• [Your objective]: Out of the lines below, please list those that hold the string "useSearchParams".

Stored items

Content starts

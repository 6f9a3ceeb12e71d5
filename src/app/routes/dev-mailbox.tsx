import { Link } from 'react-router-dom';
import { PublicPage } from '@/components/ui/public-page';
import { Mailbox } from '@/features/dev-mailbox/components/mailbox';

export function DevMailboxRoute() {
  return (
    <PublicPage title="Dev mailbox">
      <p className="text-muted">
        E-mail this server sent while no mail server is configured. Only in demo and development
        mode.
      </p>
      <Mailbox />
      <Link
        className="inline-flex min-h-target items-center font-bold underline underline-offset-4"
        to="/sign-in"
      >
        Go to sign in
      </Link>
    </PublicPage>
  );
}
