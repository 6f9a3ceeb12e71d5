import { useQueryClient } from '@tanstack/react-query';
import { useNavigate, useSearchParams } from 'react-router-dom';
import { PublicPage } from '@/components/ui/public-page';
import { rememberMe, useMe } from '@/features/auth/api/get-me';
import { authKeys } from '@/features/auth/api/keys';
import { chooseCollectionOnDevice } from '@/features/auth/hooks/use-current-collection';
import { AcceptInvite } from '@/features/cover/components/accept-invite';

/** /cover/accept?token=…: reached from the invite e-mail, signed in or not. */
export function CoverAcceptRoute() {
  const [params] = useSearchParams();
  const me = useMe();
  const navigate = useNavigate();
  const queryClient = useQueryClient();
  return (
    <PublicPage title="Your cover">
      <AcceptInvite
        token={params.get('token') ?? ''}
        me={me.data ?? null}
        onAccepted={(next, collectionId) => {
          queryClient.setQueryData(authKeys.me(), next);
          void rememberMe(next);
          chooseCollectionOnDevice(collectionId);
          navigate('/today', { replace: true });
        }}
      />
    </PublicPage>
  );
}
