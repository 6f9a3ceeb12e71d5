import { and, eq } from 'drizzle-orm';
import { describe, expect, it } from 'vitest';
import { localDateOf } from '#shared/domain/local-dates';
import { animals } from '../../server/db/schema/animals';
import { demoCollectionId } from '../../server/seed/demo';
import {
  expectAccessible,
  followPublicLinks,
  phonePage,
  screenshot,
  signInAsDemo,
  useE2e,
} from './support';

const env = useE2e();

describe('sales at 360 × 740', () => {
  it('a clutch from stock to shipped: reserve three slings, invoice, card checkout, ship, sold with care sheets', async () => {
    const db = env.server.ctx.database.db;
    const collectionId = (await demoCollectionId(db))!;
    const { context, page, consoleErrors } = await phonePage(env.browser);
    await followPublicLinks(context, env.server.baseUrl);
    await signInAsDemo(page, env.server.baseUrl, 'owner@northlight.test');
    await page.getByRole('link', { name: 'Sales', exact: true }).click();
    await page.waitForURL('**/sales');

    // The demo offers 12 of its clutch at CAD 25.00: take three for a buyer.
    await page.getByRole('button', { name: 'Reserve animals for a buyer' }).click();
    await page.getByLabel('How many from H. formosus sac 1').fill('3');
    await page.getByRole('button', { name: 'Take them' }).click();
    await page.getByText('3 chosen · CA$75.00').waitFor();
    await expectAccessible(page, 'reserve');
    await screenshot(page, 'sales-01-reserve');
    await page.getByRole('button', { name: 'Reserve 3 animals' }).click();
    await page.getByRole('heading', { name: 'Maren Lindqvist · Reserved' }).waitFor();

    // The invoice: three slings and shipping, 13 % HST on the whole (Ontario's HST rate, from
    // memory: Government of Canada, GST/HST rates).
    await page.getByLabel('Shipping (CAD)').fill('30');
    await page.getByRole('button', { name: 'Issue the invoice' }).click();
    // 75.00 + 30.00 = 105.00; 13 % = 13.65; total 118.65.
    await page.getByRole('cell', { name: 'CA$118.65' }).waitFor();
    await page.getByText('Not paid yet: CA$118.65 to pay.').waitFor();
    // The invoice e-mail carries the PDF and the card link.
    await page.getByRole('button', { name: 'E-mail to the buyer' }).click();
    const invoiceMail = await env.server.ctx.mailbox.waitFor((m) =>
      m.subject.startsWith('Invoice '),
    );
    expect(invoiceMail.text).toContain(
      `Pay by card on the payment service's secure page: ${env.server.paymentFake.url}/pay/`,
    );
    expect(invoiceMail.attachments?.map((a) => a.contentType)).toEqual(['application/pdf']);

    // The buyer pays by card on the payment service's page (the local fake), in a new tab.
    const [checkout] = await Promise.all([
      context.waitForEvent('page'),
      page.getByRole('button', { name: 'Open card checkout (CA$118.65)' }).click(),
    ]);
    // The service's public test cards: a declined one first, then one that pays.
    const card = checkout.getByLabel('Card number (test cards only)');
    const pay = checkout.getByRole('button', { name: /^Pay .*118\.65$/ });
    await card.fill('4000 0000 0000 0002');
    await pay.click();
    await checkout.getByRole('alert').getByText('Your card was declined.').waitFor();
    await expectAccessible(checkout, 'checkout declined');
    await screenshot(checkout, 'sales-02b-checkout-declined');
    await card.fill('4242 4242 4242 4242');
    await pay.click();
    await checkout.getByRole('heading', { name: 'Thank you: payment received' }).waitFor();
    await expectAccessible(checkout, 'payment done');
    await checkout.close();
    // The signed webhook marked it paid; the keeper's page shows it on its next read.
    await page.reload();
    await page.getByText('Paid in full (CA$118.65 received).').scrollIntoViewIfNeeded();
    await screenshot(page, 'sales-02a-paid');

    // Shipping: a frosty route needs "ship anyway".
    const today = localDateOf(new Date(), 'America/Toronto');
    await page.getByLabel('Ship on').fill(today);
    await page.getByLabel('Route', { exact: true }).fill('Toronto to Ottawa');
    await page.getByLabel('Forecast low (°C)').fill('2');
    await page.getByLabel('Forecast high (°C)').fill('9');
    await page.getByRole('button', { name: 'Save shipping' }).click();
    await page
      .getByText(/forecast low \(2\.0 °C\) is below your safe minimum of 5\.0 °C/)
      .waitFor();
    const confirm = page.getByRole('button', { name: 'Confirm the shipping check' });
    expect(await confirm.isDisabled()).toBe(true);
    await page.getByLabel('I have weighed this and ship anyway').check();
    await confirm.click();
    await page.getByText('Shipping check confirmed.').waitFor();
    await expectAccessible(page, 'sale');
    await screenshot(page, 'sales-02-sale');
    await page.setViewportSize({ width: 1280, height: 800 });
    await screenshot(page, 'sales-02-sale-1280');
    await page.setViewportSize({ width: 360, height: 740 });

    // Shipped: the animals leave the collection as sold, each with its care sheet.
    await page.getByRole('button', { name: 'Shipped: mark the animals sold' }).click();
    await page.getByRole('heading', { name: 'Maren Lindqvist · Shipped' }).waitFor();
    const sheets = page.getByRole('link', { name: 'Care sheet (PDF)' });
    expect(await sheets.count()).toBe(3);
    const href = (await sheets.first().getAttribute('href'))!;
    const sheet = await page.request.get(new URL(href, env.server.baseUrl).href);
    expect(sheet.headers()['content-type']).toBe('application/pdf');
    const note = await env.server.ctx.mailbox.waitFor((m) =>
      m.subject.startsWith('Your animals from Northlight Inverts'),
    );
    expect(note.attachments?.filter((a) => a.contentType === 'application/pdf')).toHaveLength(3);
    const sold = await db
      .select({ status: animals.status })
      .from(animals)
      .where(and(eq(animals.collectionId, collectionId), eq(animals.clutch, 'H. formosus sac 1')));
    expect(sold.filter((a) => a.status === 'sold')).toHaveLength(3);
    await page
      .getByRole('link', { name: /Hapalopus formosus/ })
      .first()
      .click();
    await page.getByText(/^Sold to Maren Lindqvist on /).waitFor();
    await expectAccessible(page, 'sold animal');
    await screenshot(page, 'sales-03-sold-animal');

    expect(consoleErrors).toEqual([]);
    await context.close();
  }, 60_000);
});

describe('sales settings and buyers at 360 × 740', () => {
  it('saves a tax rate typed as a percent and adds a buyer', async () => {
    const { context, page, consoleErrors } = await phonePage(env.browser);
    await signInAsDemo(page, env.server.baseUrl, 'owner@northlight.test');
    await page.goto(`${env.server.baseUrl}/sales/settings`);
    await page.getByText('Per invoice: the lines are added up first').waitFor();
    await page.getByLabel('Tax rate (%)').fill('13.5');
    await page.getByRole('button', { name: 'Save sales settings' }).click();
    await page.getByText('Sales settings saved.').waitFor();
    await expectAccessible(page, 'sales settings');
    await screenshot(page, 'sales-04-settings');
    const saved = await page.evaluate(async () => {
      const me = await (await fetch('/api/auth/me')).json();
      const id = me.memberships[0].collectionId;
      return (await (await fetch(`/api/collections/${id}/sales-settings`)).json()).taxRateBp;
    });
    expect(saved).toBe(1350);

    await page.getByRole('link', { name: '← Sales' }).click();
    await page.getByRole('link', { name: 'Buyers' }).click();
    // The first flow sold Maren three slings: her card counts the sale.
    await page.getByText('1 sale', { exact: true }).waitFor();
    await page.getByRole('button', { name: 'Add a buyer' }).click();
    await page.getByLabel('Name').fill('Tobias Renner');
    await page.getByLabel('E-mail').fill('tobias@example.test');
    await page.getByRole('button', { name: 'Add buyer' }).click();
    await page.getByText('Tobias Renner').waitFor();
    await expectAccessible(page, 'buyers');
    await screenshot(page, 'sales-05-buyers');
    expect(consoleErrors).toEqual([]);
    await context.close();
  }, 30_000);
});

Content ends

• [Solution for this problem]:
import { useNavigate, useSearchParams } from 'react-router-dom';
  const [params] = useSearchParams();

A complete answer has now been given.